# Lube Diagram, T-Jet and Others



## Sir Slotsalot (Jan 23, 2010)

Here's a place to get some helpful lube diagrams for T-Jet and others. You will need MS Excel to open and save the files. When you open the link, just click on the icons marked "Lube" at the top of the page.

http://www.slotcarexpress.com/Chemicals---Supplies.html

HT members get a 10% discount!!


----------



## SuperFist (Aug 7, 2005)

They forgot one on T-Jet, the idler gear post.

But that's what I'm here for at HT, to correct discrepancies. 

__________________


----------



## slotking (May 27, 2008)

I did a vid a bit ago
still need to add the inline

http://ho-tips.net/showthread.php?tid=1631


----------



## Sir Slotsalot (Jan 23, 2010)

As for the idler post, I prefer to apply a small amount of gear grease such as Aero-Car Super Speed Gear Lube. Oil has a tendency to migrate down into the "arm" area and foul comm brushes. JMHO...


----------



## Sir Slotsalot (Jan 23, 2010)

A slot racer's prayer:

Forgive us our "discrepancies" as we forgive those who use them against us. LOL!!


----------



## slotking (May 27, 2008)

> Oil has a tendency to migrate down into the "arm" area and foul comm brushes.


LOL
you are correct, but i do it any way! I prefer a well lube car
other i race with use very little oil, but i have seen the ruin chassis over time because they use so little!

My cars swim in oil
if some oil does get on the brushes it only take a seconds to burn it off my slottech brushes


----------



## Hornet (Dec 1, 2005)

Kihm have done any amp draw testing on your com drops.
I'm curious about the numbers before and after you apply the drops:thumbsup:
Rick


----------



## Sir Slotsalot (Jan 23, 2010)

Have not run the amp test. It would be interesting to see. The proof is in the visual results ie; running without Conducta-Lube and with. After applying Conducta-Lube, cars run remarkably better. What I like most is that it leaves a conductive coating on the surfaces that lasts quite a while.
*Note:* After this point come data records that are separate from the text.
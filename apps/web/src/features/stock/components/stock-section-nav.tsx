import { NavLink, Outlet } from 'react-router';
import { Boxes, LayoutList, MapPin, ShieldAlert, type LucideIcon } from 'lucide-react';
import { paths } from '../../../config/paths';
import { cn } from '../../../lib/cn';

interface Section {
  to: string;
  label: string;
  icon: LucideIcon;
  end?: boolean;
}

/** The parts of Stock. Import, export and labels join this list when they are built. */
const sections: Section[] = [
  { to: paths.stock, label: 'Overview', icon: LayoutList, end: true },
  { to: paths.stockContainers, label: 'Containers', icon: Boxes },
  { to: paths.stockLocations, label: 'Locations', icon: MapPin },
  { to: paths.stockSegregation, label: 'Storage conflicts', icon: ShieldAlert },
];

export function StockSectionNav() {
  return (
    <nav aria-label="Stock" className="-mt-2 mb-5 border-b border-ink-200">
      <ul className="flex flex-wrap gap-1">
        {sections.map(({ to, label, icon: Icon, end }) => (
          <li key={to}>
            <NavLink
              to={to}
              end={end}
              className={({ isActive }) =>
                cn(
                  '-mb-px flex items-center gap-1.5 border-b-2 px-3 py-2 text-sm',
                  isActive
                    ? 'border-accent-600 font-semibold text-accent-800'
                    : 'border-transparent text-ink-700 hover:border-ink-300 hover:text-ink-900',
                )
              }
            >
              <Icon aria-hidden="true" className="size-4" />
              {label}
            </NavLink>
          </li>
        ))}
      </ul>
    </nav>
  );
}

/** Every stock page sits under the section's own navigation. */
export function StockLayout() {
  return (
    <>
      <StockSectionNav />
      <Outlet />
    </>
  );
}
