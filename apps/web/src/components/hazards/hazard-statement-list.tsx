import { hazardStatementTexts } from '@lotwise/shared';

/** The text of an H-statement, or a pointer to the SDS for codes Lotwise does not hold. */
export function hazardStatementText(code: string): string | undefined {
  return hazardStatementTexts[code];
}

export function HazardStatementList({ codes }: { codes: readonly string[] }) {
  if (codes.length === 0) {
    return <p className="text-sm text-ink-600">No hazard statements recorded — check the SDS.</p>;
  }
  return (
    <ul aria-label="Hazard statements" className="flex flex-col gap-1 text-sm">
      {codes.map((code) => {
        const text = hazardStatementText(code);
        return (
          <li key={code} className="flex gap-3">
            <span className="w-14 shrink-0 font-semibold text-ink-900 tabular-nums">{code}</span>
            <span className={text ? 'text-ink-800' : 'text-ink-600 italic'}>
              {text ?? 'Text not held in Lotwise — see SDS'}
            </span>
          </li>
        );
      })}
    </ul>
  );
}
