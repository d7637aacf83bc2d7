import { lazy, Suspense, useId, useState } from 'react';
import type { StockHistory } from '@lotwise/shared';
import { ErrorState } from '../../../components/ui/error-state';
import { Select } from '../../../components/ui/input';
import { PageSpinner } from '../../../components/ui/spinner';
import { formatAmount, formatDate } from '../../../lib/format';
import { useStockHistory } from '../api';

const StockHistoryChart = lazy(() => import('./stock-history-chart'));

const windows = [
  { days: 90, label: 'Last 3 months' },
  { days: 365, label: 'Last 12 months' },
  { days: 730, label: 'Last 2 years' },
];

function summary(history: StockHistory): string {
  const first = history.points[0];
  const last = history.points[history.points.length - 1];
  if (!first || !last) return 'No stock was recorded in this period.';
  if (first === last) {
    return `${formatAmount(first.total, history.unit)} held on ${formatDate(first.date)}; no change since.`;
  }
  return `${formatAmount(first.total, history.unit)} held on ${formatDate(first.date)}, ${formatAmount(last.total, history.unit)} on ${formatDate(last.date)}.`;
}

/** Stock of one chemical over time, from its ledger: a chart, a summary and the numbers. */
export function StockHistorySection({ chemicalId, name }: { chemicalId: number; name: string }) {
  const [days, setDays] = useState(365);
  const history = useStockHistory(chemicalId, days);
  const selectId = useId();
  const captionId = useId();

  return (
    <section
      aria-labelledby="history-heading"
      className="rounded-lg border border-ink-200 bg-white px-4 py-3"
    >
      <div className="mb-2 flex flex-wrap items-end justify-between gap-3">
        <h2 id="history-heading" className="text-base font-semibold">
          Stock over time
        </h2>
        <div className="flex items-center gap-2 text-sm">
          <label htmlFor={selectId}>Period</label>
          <Select
            id={selectId}
            className="w-40"
            value={days}
            onChange={(event) => setDays(Number(event.target.value))}
          >
            {windows.map((w) => (
              <option key={w.days} value={w.days}>
                {w.label}
              </option>
            ))}
          </Select>
        </div>
      </div>
      {history.isPending ? (
        <PageSpinner label="Loading the history…" />
      ) : history.isError ? (
        <ErrorState
          title="The history could not be loaded"
          error={history.error}
          onRetry={() => void history.refetch()}
        />
      ) : (
        <figure aria-labelledby={captionId} className="flex flex-col gap-2">
          <figcaption id={captionId} className="text-sm text-ink-700">
            Total of {name} held in all containers at the end of each day with a change (
            {history.data.unit}). {summary(history.data)}
          </figcaption>
          {history.data.points.length > 0 && (
            <Suspense fallback={<PageSpinner label="Drawing the chart…" />}>
              <StockHistoryChart history={history.data} />
            </Suspense>
          )}
          {history.data.points.length > 0 && (
            <details className="text-sm">
              <summary className="cursor-pointer text-accent-700">
                Show the numbers as a table
              </summary>
              <table className="mt-2 w-full max-w-md text-sm">
                <caption className="sr-only">Stock of {name} by day</caption>
                <thead className="text-left text-xs text-ink-600 uppercase">
                  <tr>
                    <th scope="col" className="py-1">
                      Date
                    </th>
                    <th scope="col" className="py-1 text-right">
                      Held
                    </th>
                  </tr>
                </thead>
                <tbody>
                  {history.data.points.map((point) => (
                    <tr key={point.date} className="border-t border-ink-100">
                      <td className="py-1 tabular-nums">{formatDate(point.date)}</td>
                      <td className="py-1 text-right tabular-nums">
                        {formatAmount(point.total, history.data.unit)}
                      </td>
                    </tr>
                  ))}
                </tbody>
              </table>
            </details>
          )}
        </figure>
      )}
    </section>
  );
}
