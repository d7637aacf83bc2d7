import { LIQUID_CLASSES } from '@lotwise/chem';
import {
  containerMaterials,
  labUnitClasses,
  type ContainerSizesData,
  type FlammableLimitsData,
  type RuleSet,
  type RuleSetKind,
  type WasteAccumulationData,
} from '@lotwise/shared';
import { formatFixed } from '../../../lib/format';
import { parseDecimal } from '../../../lib/numbers';

/**
 * The figures of a rule set as the form edits them: each number as the text in its box, keyed
 * by its path in the set's data (`byUnitClass.0.perArea.classI`), which is also the path the
 * server names a field error by (after `data.`).
 */
export type FigureTexts = Record<string, string>;

export type RuleSetData =
  | { kind: 'flammable-limits'; data: FlammableLimitsData }
  | { kind: 'container-sizes'; data: ContainerSizesData }
  | { kind: 'waste-accumulation'; data: WasteAccumulationData };

/** A fresh set of each kind: every figure to be filled in. */
export function blankData(kind: RuleSetKind): RuleSetData {
  if (kind === 'flammable-limits') {
    return {
      kind,
      data: {
        unit: 'L',
        perFloorArea: null,
        byUnitClass: labUnitClasses.map((unitClass) => ({
          unitClass,
          perArea: { classI: 0, classesIToIIIA: 0 },
          maxPerUnit: null,
        })),
        outsideStorageFactor: 1,
        instructional: null,
        storeyReductions: [],
        countsIgnitableWaste: true,
        perCabinet: null,
      },
    };
  }
  if (kind === 'container-sizes') return { kind, data: { unit: 'L', limits: [] } };
  return {
    kind,
    data: {
      maxHazardous: { value: 0, unit: 'L' },
      maxAcutelyHazardous: { value: 0, unit: 'L' },
      daysAllowedOnceExceeded: 3,
      maxAccumulationDays: null,
      nearFraction: 0.9,
    },
  };
}

export function dataOf(set: RuleSet): RuleSetData {
  return { kind: set.kind, data: set.data } as RuleSetData;
}

function text(value: number | null | undefined): string {
  if (value === null || value === undefined) return '';
  const decimals = Number.isInteger(value) ? 0 : Number.isInteger(value * 100) ? 2 : 4;
  return formatFixed(value, decimals);
}

/** The boxes of the form, filled from a set's figures (shares as percentages). */
export function textsOf(set: RuleSetData): FigureTexts {
  const texts: FigureTexts = {};
  if (set.kind === 'flammable-limits') {
    const d = set.data;
    texts['perFloorArea.value'] = text(d.perFloorArea?.value);
    d.byUnitClass.forEach((row, i) => {
      texts[`byUnitClass.${i}.perArea.classI`] = text(row.perArea.classI);
      texts[`byUnitClass.${i}.perArea.classesIToIIIA`] = text(row.perArea.classesIToIIIA);
      texts[`byUnitClass.${i}.maxPerUnit.classI`] = text(row.maxPerUnit?.classI);
      texts[`byUnitClass.${i}.maxPerUnit.classesIToIIIA`] = text(row.maxPerUnit?.classesIToIIIA);
    });
    texts.outsideStorageFactor = text(d.outsideStorageFactor * 100);
    texts.perCabinet = text(d.perCabinet);
  } else if (set.kind === 'container-sizes') {
    for (const liquidClass of LIQUID_CLASSES) {
      for (const material of containerMaterials) {
        const limit = set.data.limits.find(
          (l) => l.liquidClass === liquidClass && l.material === material,
        );
        texts[`limits.${liquidClass}.${material}`] = text(limit?.maxCapacity);
      }
    }
  } else {
    const d = set.data;
    texts['maxHazardous.value'] = text(d.maxHazardous.value);
    texts['maxAcutelyHazardous.value'] = text(d.maxAcutelyHazardous.value);
    texts.daysAllowedOnceExceeded = text(d.daysAllowedOnceExceeded);
    texts.maxAccumulationDays = text(d.maxAccumulationDays);
    texts.nearFraction = text(d.nearFraction * 100);
  }
  return texts;
}

/** A typed number; empty is null, anything else unreadable is NaN (the schema says so). */
function read(value: string | undefined): number | null {
  return parseDecimal(value ?? '');
}

function need(value: string | undefined): number {
  return read(value) ?? Number.NaN;
}

/**
 * The set's figures from the boxes, on top of `base` (which carries what the form does not
 * edit: storey reductions and the instructional rule, kept or dropped by `keepExtras`).
 */
export function dataFrom(base: RuleSetData, texts: FigureTexts, keepExtras = true): RuleSetData {
  if (base.kind === 'flammable-limits') {
    const d = base.data;
    const perValue = read(texts['perFloorArea.value']);
    return {
      kind: base.kind,
      data: {
        ...d,
        perFloorArea:
          perValue === null ? null : { value: perValue, unit: d.perFloorArea?.unit ?? 'ft2' },
        byUnitClass: d.byUnitClass.map((row, i) => {
          const capI = read(texts[`byUnitClass.${i}.maxPerUnit.classI`]);
          const capAll = read(texts[`byUnitClass.${i}.maxPerUnit.classesIToIIIA`]);
          return {
            unitClass: row.unitClass,
            perArea: {
              classI: need(texts[`byUnitClass.${i}.perArea.classI`]),
              classesIToIIIA: need(texts[`byUnitClass.${i}.perArea.classesIToIIIA`]),
            },
            maxPerUnit:
              capI === null && capAll === null
                ? null
                : { classI: capI ?? Number.NaN, classesIToIIIA: capAll ?? Number.NaN },
          };
        }),
        outsideStorageFactor: need(texts.outsideStorageFactor) / 100,
        perCabinet: read(texts.perCabinet),
        instructional: keepExtras ? d.instructional : null,
        storeyReductions: keepExtras ? d.storeyReductions : [],
      },
    };
  }
  if (base.kind === 'container-sizes') {
    const limits: ContainerSizesData['limits'] = [];
    for (const liquidClass of LIQUID_CLASSES) {
      for (const material of containerMaterials) {
        const value = read(texts[`limits.${liquidClass}.${material}`]);
        if (value !== null) limits.push({ liquidClass, material, maxCapacity: value });
      }
    }
    return { kind: base.kind, data: { ...base.data, limits } };
  }
  const d = base.data;
  return {
    kind: base.kind,
    data: {
      ...d,
      maxHazardous: { ...d.maxHazardous, value: need(texts['maxHazardous.value']) },
      maxAcutelyHazardous: {
        ...d.maxAcutelyHazardous,
        value: need(texts['maxAcutelyHazardous.value']),
      },
      daysAllowedOnceExceeded: need(texts.daysAllowedOnceExceeded),
      maxAccumulationDays: read(texts.maxAccumulationDays),
      nearFraction: need(texts.nearFraction) / 100,
    },
  };
}
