import { screen, waitFor, within } from '@testing-library/react';
import userEvent from '@testing-library/user-event';
import { describe, expect, it } from 'vitest';
import { mockFetch } from '../../../test/fetch-mock';
import { makeContainer, makeLedgerEntry, makeUser, page } from '../../../test/factories';
import { renderApp } from '../../../test/render-app';

const bottle = makeContainer({ id: 51, labelCode: 'LW-00051', material: null });

function routes(role: 'manager' | 'viewer') {
  let material: string | null = null;
  return mockFetch({
    'GET /api/auth/me': { body: { user: makeUser({ role }) } },
    'GET /api/containers/51': () => ({ body: { ...bottle, material } }),
    'GET /api/containers/51/ledger': { body: page([makeLedgerEntry({ containerId: 51 })]) },
    'GET /api/locations': { body: page([]) },
    'PATCH /api/containers/51': (request) => {
      material = (request.body as { material: string | null }).material;
      return { body: { ...bottle, material } };
    },
  });
}

describe('a container’s material', () => {
  it('when a manager sets the material, then only the material is sent and the page shows it', async () => {
    const { requests } = routes('manager');
    const user = userEvent.setup();
    renderApp('/stock/containers/51');

    const select = await screen.findByRole('combobox', { name: 'Material' }, { timeout: 5000 });
    expect(select).toHaveValue('');
    await user.selectOptions(select, 'safety-can');
    await user.click(screen.getByRole('button', { name: 'Save material' }));

    await waitFor(() =>
      expect(requests.find((r) => r.method === 'PATCH')?.body).toEqual({ material: 'safety-can' }),
    );
    await waitFor(() =>
      expect(screen.queryByRole('button', { name: 'Save material' })).not.toBeInTheDocument(),
    );
    expect(screen.getByRole('combobox', { name: 'Material' })).toHaveValue('safety-can');
  });

  it('when a viewer looks, then the material is words, not a control', async () => {
    routes('viewer');
    renderApp('/stock/containers/51');

    await screen.findByRole('heading', { level: 1 }, { timeout: 5000 });
    const term = screen.getByText('Material', { selector: 'dt' });
    expect(within(term.parentElement!).getByText('Not said')).toBeInTheDocument();
    expect(screen.queryByRole('combobox', { name: 'Material' })).not.toBeInTheDocument();
  });
});
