import { useMemo, type ReactNode } from 'react';
import { Link, useNavigate } from 'react-router';
import { createColumnHelper } from '@tanstack/react-table';
import type { Container } from '@lotwise/shared';
import { HazardCodes } from '../../../components/hazards/hazard-codes';
import type { ServerTableFeatures } from '../../../components/ui/data-table';
import { Checkbox } from '../../../components/ui/input';
import { ServerTable } from '../../../components/ui/server-table';
import { formatAmount, formatDate } from '../../../lib/format';
import { paths } from '../../../config/paths';
import { ContainerStatusBadge, ExpiryText, PeroxideDueText } from '../labels';

const column = createColumnHelper<ServerTableFeatures, Container>();

/** "Lot DL-02585 · ACS reagent · supplier", whatever the lot says about itself. */
export function lotSummary(lot: Container['lot']): string {
  const parts = [
    lot.supplierLotNumber ? `Lot ${lot.supplierLotNumber}` : null,
    lot.grade,
    lot.source === 'prepared' ? 'made in-house' : lot.supplierName,
  ].filter(Boolean);
  return parts.length > 0 ? parts.join(' · ') : `Lot #${lot.id}`;
}

const columns = column.columns([
  column.accessor('labelCode', {
    header: 'Label code',
    cell: ({ row }) => (
      <Link
        to={paths.stockContainer(row.original.id)}
        className="font-mono font-medium whitespace-nowrap text-accent-700 underline-offset-2 hover:underline"
      >
        {row.original.labelCode}
      </Link>
    ),
  }),
  column.accessor((c) => c.chemical.name, {
    id: 'chemical',
    header: 'Chemical',
    cell: ({ row }) => (
      <div className="flex min-w-44 flex-col gap-1">
        <span className="font-medium text-ink-900">{row.original.chemical.name}</span>
        <HazardCodes
          pictograms={row.original.chemical.ghsPictograms}
          statements={row.original.chemical.hazardStatements}
        />
      </div>
    ),
  }),
  column.display({
    id: 'lot',
    header: 'Lot',
    cell: ({ row }) => {
      const { lot } = row.original;
      return (
        <span className="block min-w-28 text-ink-800">
          <span className="block whitespace-nowrap">
            {lot.supplierLotNumber ?? (lot.source === 'prepared' ? 'Made in-house' : `#${lot.id}`)}
          </span>
          {lot.grade && <span className="block text-xs text-ink-600">{lot.grade}</span>}
        </span>
      );
    },
  }),
  column.accessor((c) => c.location.path, {
    id: 'location',
    header: 'Location',
    cell: ({ row }) => (
      <div className="max-w-48 min-w-36">
        <Link
          to={paths.stockLocation(row.original.location.id)}
          className="block text-ink-800 underline-offset-2 hover:underline"
        >
          {row.original.location.path}
        </Link>
        {row.original.owner && (
          <span className="block text-xs text-ink-600">
            Belongs to {row.original.owner.displayName}
          </span>
        )}
      </div>
    ),
  }),
  column.accessor('quantity', {
    header: 'Quantity',
    meta: { align: 'right' },
    cell: ({ row }) => (
      <span className="font-semibold whitespace-nowrap text-ink-900">
        {formatAmount(row.original.quantity, row.original.unit)}
      </span>
    ),
  }),
  column.display({
    id: 'status',
    header: 'Status',
    cell: ({ row }) => (
      <span className="flex flex-col items-start gap-0.5">
        <ContainerStatusBadge status={row.original.status} />
        <span className="text-xs whitespace-nowrap text-ink-600 tabular-nums">
          {row.original.openedOn ? `opened ${formatDate(row.original.openedOn)}` : 'not opened'}
        </span>
      </span>
    ),
  }),
  column.accessor('expiresOn', {
    header: 'Expires on',
    cell: ({ row }) => (
      <ExpiryText expiresOn={row.original.expiresOn} expired={row.original.expired} />
    ),
  }),
  column.display({
    id: 'peroxide',
    header: 'Peroxide test',
    cell: ({ row }) => <PeroxideDueText peroxide={row.original.peroxide} />,
  }),
]);

/** Containers ticked in the list (kept across pages), and how to change the set. */
export interface ContainerSelection {
  selected: ReadonlySet<number>;
  onChange: (next: Set<number>) => void;
}

function selectionColumn({ selected, onChange }: ContainerSelection, rows: Container[]) {
  const pageIds = rows.map((c) => c.id);
  const allOnPage = pageIds.length > 0 && pageIds.every((id) => selected.has(id));
  const someOnPage = pageIds.some((id) => selected.has(id));
  return column.display({
    id: 'select',
    header: () => (
      <Checkbox
        aria-label={
          allOnPage ? 'Untick every container on this page' : 'Tick every container on this page'
        }
        checked={allOnPage}
        ref={(element) => {
          if (element) element.indeterminate = someOnPage && !allOnPage;
        }}
        onChange={() => {
          const next = new Set(selected);
          for (const id of pageIds) {
            if (allOnPage) next.delete(id);
            else next.add(id);
          }
          onChange(next);
        }}
      />
    ),
    cell: ({ row }) => (
      <Checkbox
        aria-label={`Tick ${row.original.labelCode}`}
        checked={selected.has(row.original.id)}
        onChange={() => {
          const next = new Set(selected);
          if (next.has(row.original.id)) next.delete(row.original.id);
          else next.add(row.original.id);
          onChange(next);
        }}
      />
    ),
  });
}

interface ContainersTableProps {
  rows: Container[] | undefined;
  total: number;
  sort: string;
  page: number;
  pageSize: number;
  loading: boolean;
  refreshing: boolean;
  onSortChange: (sort: string) => void;
  onPageChange: (page: number) => void;
  onPageSizeChange: (pageSize: number) => void;
  empty: ReactNode;
  label?: string;
  /** Adds a first column of tick boxes (for printing labels of several containers). */
  selection?: ContainerSelection;
}

export function ContainersTable({
  label = 'Containers',
  selection,
  ...props
}: ContainersTableProps) {
  const navigate = useNavigate();
  const rows = props.rows;
  const withSelection = useMemo(
    () => (selection ? [selectionColumn(selection, rows ?? []), ...columns] : columns),
    [selection, rows],
  );
  return (
    <ServerTable
      {...props}
      columns={withSelection}
      getRowId={(c) => String(c.id)}
      label={label}
      noun={['container', 'containers']}
      onRowActivate={(row) => navigate(paths.stockContainer(row.original.id))}
    />
  );
}
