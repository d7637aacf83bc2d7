import type { Chemical } from '@lotwise/shared';
import { Formula } from '../../../components/chem/formula';
import { HazardCodes } from '../../../components/hazards/hazard-codes';
import { StorageGroupLabel } from '../../../components/hazards/storage-group-label';
import { Button } from '../../../components/ui/button';
import { ChemicalSearchBox } from '../../../components/chem/chemical-search-box';

/**
 * Choose one chemical by typing part of its name, a synonym, its CAS RN or formula. Arrow
 * keys move through the matches, Enter takes one. Once chosen, it shows with its hazards.
 */
export function ChemicalPicker({
  id,
  value,
  onChange,
  invalid,
  describedBy,
}: {
  id: string;
  value: Chemical | null;
  onChange: (chemical: Chemical | null) => void;
  invalid?: boolean;
  describedBy?: string;
}) {
  if (value) {
    return (
      <div className="flex flex-wrap items-start justify-between gap-3 rounded-md border border-ink-200 bg-ink-50 px-3 py-2.5">
        <div className="flex flex-col gap-1">
          <p className="font-semibold text-ink-900">{value.name}</p>
          <p className="text-sm text-ink-600 tabular-nums">
            <Formula value={value.formula} />
            {value.casNumber && <> · CAS RN {value.casNumber}</>} · counted in {value.stockUnit}
          </p>
          <HazardCodes pictograms={value.ghsPictograms} statements={value.hazardStatements} />
          <span className="text-sm text-ink-700">
            <StorageGroupLabel group={value.storageGroup} />
          </span>
        </div>
        <Button size="sm" onClick={() => onChange(null)}>
          Choose another
        </Button>
      </div>
    );
  }

  return (
    <ChemicalSearchBox id={id} onChoose={onChange} invalid={invalid} describedBy={describedBy} />
  );
}
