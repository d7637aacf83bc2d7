import type { Container } from '@lotwise/shared';
import { FileBadge } from 'lucide-react';
import { ErrorState } from '../../../components/ui/error-state';
import { Skeleton } from '../../../components/ui/spinner';
import { useCan } from '../../../lib/auth';
import { storedFileUrls, useLot } from '../api';
import { lotSummary } from './containers-table';
import { StoredFilePanel } from './stored-file-panel';

/** The lot a container came from, with its certificate of analysis. */
export function LotCertificateSection({ lot }: { lot: Container['lot'] }) {
  const details = useLot(lot.id);
  const mayWrite = useCan('stock.write');
  return (
    <section
      aria-labelledby="lot-certificate-heading"
      className="rounded-lg border border-ink-200 bg-white px-4 py-3"
    >
      <h2
        id="lot-certificate-heading"
        className="mb-1 flex items-center gap-2 text-base font-semibold"
      >
        <FileBadge aria-hidden="true" className="size-4 text-ink-600" />
        Certificate of analysis
      </h2>
      <p className="mb-3 text-sm text-ink-600">
        For the whole lot ({lotSummary(lot)}): every container of it shares this certificate.
      </p>
      {details.isPending ? (
        <Skeleton className="h-10 w-full" />
      ) : details.isError ? (
        <ErrorState
          title="The lot could not be loaded"
          error={details.error}
          onRetry={() => void details.refetch()}
        />
      ) : (
        <StoredFilePanel
          what="certificate"
          file={details.data.certificate}
          url={storedFileUrls.certificate(lot.id)}
          kind="pdf-or-image"
          canChange={mayWrite}
          missingText={
            lot.source === 'prepared'
              ? 'Made in-house: no supplier certificate. Upload your own analysis if you have one.'
              : 'No certificate uploaded for this lot yet.'
          }
        />
      )}
    </section>
  );
}
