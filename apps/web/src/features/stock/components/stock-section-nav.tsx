import { Outlet } from 'react-router';
import {
  BookOpenCheck,
  Boxes,
  FileUp,
  Flame,
  LayoutList,
  MapPin,
  PackagePlus,
  ShieldAlert,
  Tags,
  Trash2,
} from 'lucide-react';
import { can, type Permission } from '@lotwise/shared';
import { useCurrentUser } from '../../../lib/auth';
import { SectionTabs, type SectionTab } from '../../../components/ui/section-tabs';
import { paths } from '../../../config/paths';

interface Section extends SectionTab {
  /** Shown only to roles holding it. */
  permission?: Permission;
}

/** The parts of Stock. CSV export sits on the lists it exports. */
const sections: Section[] = [
  { to: paths.stock, label: 'Overview', icon: LayoutList, end: true },
  { to: paths.stockContainers, label: 'Containers', icon: Boxes },
  { to: paths.stockLocations, label: 'Locations', icon: MapPin },
  { to: paths.stockSegregation, label: 'Storage conflicts', icon: ShieldAlert },
  { to: paths.stockLabAreas, label: 'Lab areas', icon: Flame },
  { to: paths.stockRuleSets, label: 'Rule sets', icon: BookOpenCheck },
  { to: paths.stockWaste, label: 'Waste', icon: Trash2 },
  { to: paths.stockReceive, label: 'Receive', icon: PackagePlus, permission: 'stock.write' },
  { to: paths.stockImport, label: 'Import', icon: FileUp, permission: 'stock.write' },
  { to: paths.stockLabels, label: 'Labels', icon: Tags },
];

export function StockSectionNav() {
  const { data: user } = useCurrentUser();
  const visible = sections.filter(
    (section) =>
      section.permission === undefined || (user ? can(user.role, section.permission) : false),
  );
  return <SectionTabs label="Stock" tabs={visible} />;
}

/** Every stock page sits under the section's own navigation. */
export function StockLayout() {
  return (
    <>
      <StockSectionNav />
      <Outlet />
    </>
  );
}
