"""Moiré patterns of two stacked lattices: period and twist formulas, local twist and heterostrain maps, moiré maxima and twist-angle domains.

Conventions
-----------
Layer 2 is layer 1 transformed by T = R(θ)(I + E): real-space lattice vectors
a2_i = T a1_i, reciprocal vectors G2_j = T^{-T} G1_j, and the moiré wavevectors
are k_j = G1_j - G2_j = (I - T^{-T}) G1_j [derived]. The uniaxial heterostrain
is E = R(φs) diag(ε, -νε) R(φs)ᵀ, ε > 0 a tension along φs (Kerelsky et al.
2019; Huder et al. 2018). Angles are measured from +x (columns) towards +y
(rows). A hexagonal moiré of period λ (the distance between neighbouring
bright AA sites) has its Fourier peaks at |k| = 4π/(√3 λ).

From an image alone one cannot tell which layer is on top, so the maps report
the twist as a non-negative angle, and the heterostrain as a magnitude |ε| and
the direction of its principal axis (0-180°).
"""

from __future__ import annotations

import math
from dataclasses import dataclass, field

import numpy as np
from scipy import ndimage

from ._checks import positive, within_nyquist
from ._errors import InputError
from ._lockin import choose_sigma, local_wavevector, lockin, phase_gradient, trusted_mask
from ._scan import pixel_size_pair

__all__ = [
    "MoireFields",
    "MoireMaps",
    "TwistDomains",
    "TwistStrain",
    "find_moire_q",
    "layer_transform",
    "moire_fields",
    "moire_maps",
    "moire_maxima",
    "moire_period",
    "moire_period_mismatch",
    "moire_wavelengths",
    "moire_wavevectors",
    "region_fit",
    "triangle_twist",
    "twist_domains",
    "twist_from_period",
    "twist_strain_from_wavevectors",
]

#: Poisson ratio of graphene used by default for uniaxial heterostrain (Kerelsky et al. 2019).
POISSON_GRAPHENE = 0.16

#: Below this fraction of its median amplitude a moiré component's local wavevector is not used.
WEAK_AMPLITUDE = 0.25

_HEX = 4 * math.pi / math.sqrt(3)  # |k| * period of a hexagonal pattern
I was using Voodoo until I discovered Conducta-Lube. Voodoo cleans well but does not last long. I had to re-apply before each heat.


----------



## TGM2054 (May 14, 2011)

Last winter I went to the LHS looking for com drops,got what they recomended. Boy was that ever a mistake! The stuff was named right! Black Death. I talked with Khim about it and he sent me one of his packages that contained the com drops and lubes. I took a brand new 4gear out of the package and hooked it up to the my test stand,started running it, and while it was running I put two drops of the Conducta Lube on it. It was like hitting a nitrous button. The stuff really, really works! And Khim thanks for all the help and advice. Every time I see one of your posts or get a message from you I learn something more, you've been a big help to me.:thumbsup:


----------



## Sir Slotsalot (Jan 23, 2010)

Part of the fun of this hobby is sharing good discoveries and learning from others. It's all good.


----------



## SuperFist (Aug 7, 2005)

There was a guy awhile back at HT that had a unique way of oiling his T Jets.
But I thought it was kinda crazy. 

He would completely submerge his assembled T Jet chassis in WD 40.
So everything was lubricated.
Then let them drip dry for a day. :lol:

__________________


----------



## slotking (May 27, 2008)

> He would completely submerge his assembled T Jet chassis in WD 40.
> So everything was lubricated.


I played with the concept a bit, but I did remove brushes and mags


----------



## alpink (Aug 22, 2010)

most penetrating oils and similar will make the car perform real good for awhile, but they soak into the brushes, make them soft and then they gum up the comm something terrible and have to be replaced. I advise against getting those products on brushes.


----------



## Sir Slotsalot (Jan 23, 2010)

Hi Al,

Hope all is well. What's you're opinion on motor comm drops?


----------



## alpink (Aug 22, 2010)

I like them to an extent. be careful with inline cars though. some comm drops have a tendency to loosen(dissolve) the glue holding the thin comm plate to the material beneath it and that can cause catastrophic failure in a hurry. use an RC motor cleaner to spray out the comm area after each use when storing your cars between events or long period usages. I cannot rate the value of the various brands of comm drops and I know folks have their favorites for various individual reasons. also, on inline motors, it is sometime better to use comm drops on the front bushing or bearing rather than oil that could then migrate to the commutator surface. everybody has useful tips thye have learned from experience or being held by the hand. in any case, i listen to everyones opinion and create my own set of standards.


----------